I could not find this anywhere else on the site so her is some information. Mod, feel free to merge.

The Royal Canadian Legion and Outward Bound Canada announce an exciting partnership to support military veterans.
Returning home should be a joyous event, but the impact that military service has on our soldiers, sailors and airmen and women often makes the transition back to civilian life challenging. Various mental heath programs and agencies provide professional assistance for those who seek help, but many veterans do not. Inspired by the vision of two young soldiers returning from Afghanistan, themselves Legion members, The Alberta-NWT Command of the Royal Canadian Legion and Outward Bound Canada are pleased to announce a partnership to offer a specialized program that will help to bridge the gap for Canadian military veterans.
The program involves one-week wilderness courses designed to help participants build a supportive community with other veterans and facilitate discussions on readjustment and transition challenges. The courses use adventures and challenges in the outdoors to support successful personal, family and community reintegration. With the support of Alberta Tourism, Parks and Recreation (TPR) the program plans to offer family and follow-up programming.
Since 1926, The Royal Canadian Legion has served Canadian veterans through remembrance of the fallen and care of the living. As it renews that commitment and mandate to meet the needs of each successive generation, the Alberta-NWT Command is actively working through more than 180 local branches to invigorate its service to veterans. Outward Bound was developed in 1941 as a resiliency program to help young British service personnel build the inner resources necessary to survive arduous wartime challenges. Outward Bound Canada was established in 1969, and since that time more than 100,000 Canadians have taken part in its life-changing programs.

The Royal Canadian Legion/Outward Bound Veterans Program offers fully funded outdoor courses designed by veterans for veterans. The courses are designed to be exciting, challenging and fun. They offer a chance for veterans to discuss their experiences with peers in adventurous settings while learning new skills. Those who have had overseas operational experience and have had to deal with transition challenges upon returning home would be a good fit for this program, but the courses are not therapy or treatment. The pilot courses are open to all former service personnel and Reservists (Class C).
During the 2010 pilot phase, the primary activities will be ice-climbing (March), ski-touring (April) & backpacking/mountaineering (May). With support from the Royal Canadian Legion, there is no cost to the program – all equipment is provided and the program will assist with transportation costs. The courses will be active but suitable for anyone with average health and fitness levels.

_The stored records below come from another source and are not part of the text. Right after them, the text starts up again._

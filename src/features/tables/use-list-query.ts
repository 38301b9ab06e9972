import { useEffect, useRef } from 'react';
import { useLocation, useNavigation, useSearchParams } from 'react-router-dom';
import type { ListQuery } from '../../api/tables.ts';
import { readListQuery } from './list-query.ts';

/** Changes what the list is asked for, from what was last asked. */
export type ChangeQuery = (
  update: (before: ListQuery) => Record<string, string>,
  how?: { replace?: boolean },
) => void;

/**
 * What the address asks the list for; what it is about to ask for, so that a filter shows as chosen at once; and what
 * changes it. Changes may follow each other faster than the page is drawn, and each begins from the one before.
 */
export function useListQuery(): { query: ListQuery; wanted: ListQuery; change: ChangeQuery } {
  const [parameters, setParameters] = useSearchParams();
  const { location: goal } = useNavigation();
  const { pathname } = useLocation();
  const address = goal?.pathname === pathname ? goal.search : `?${parameters}`;
  const latest = useRef<ListQuery>({});
  useEffect(() => {
    latest.current = readListQuery(new URLSearchParams(address));
  }, [address]);
  const change: ChangeQuery = (update, how = {}) => {
    const next = update(latest.current);
    latest.current = next;
    setParameters(next, { ...how, preventScrollReset: true });
  };
  return {
    query: readListQuery(parameters),
    wanted: readListQuery(new URLSearchParams(address)),
    change,
  };
}
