import { useSyncExternalStore } from 'react';

/** Up to this width tables stand as cards; tables.css says the same. */
const narrow = matchMedia('(max-width: 52rem)');

function subscribe(listener: () => void): () => void {
  narrow.addEventListener('change', listener);
  return () => narrow.removeEventListener('change', listener);
}

const isNarrow = () => narrow.matches;

export const useIsNarrow = (): boolean => useSyncExternalStore(subscribe, isNarrow);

For more Information or to enrol please contact veterans@outwardbound.ca

other info,

www.outwardbound.ca

www.abnwtlegion.com

http://www.cbc.ca/canada/calgary/story/2010/01/29/calgary-veterans-outward-bound-veterans.html  

http://www.calgaryherald.com/news/Outdoors%20heal%20wounds/2502858/story.html


----------



## wildman0101 (8 Apr 2010)

looks to be a very interesting program/partnership... will 
definately scope out the website.... thanks for the info,,,

                             best regards,,,
                                  scoty b


----------



## Greymatters (10 Apr 2010)

das2 said:
			
		

> Various mental heath programs and agencies provide professional assistance for those who seek help, but many veterans do not.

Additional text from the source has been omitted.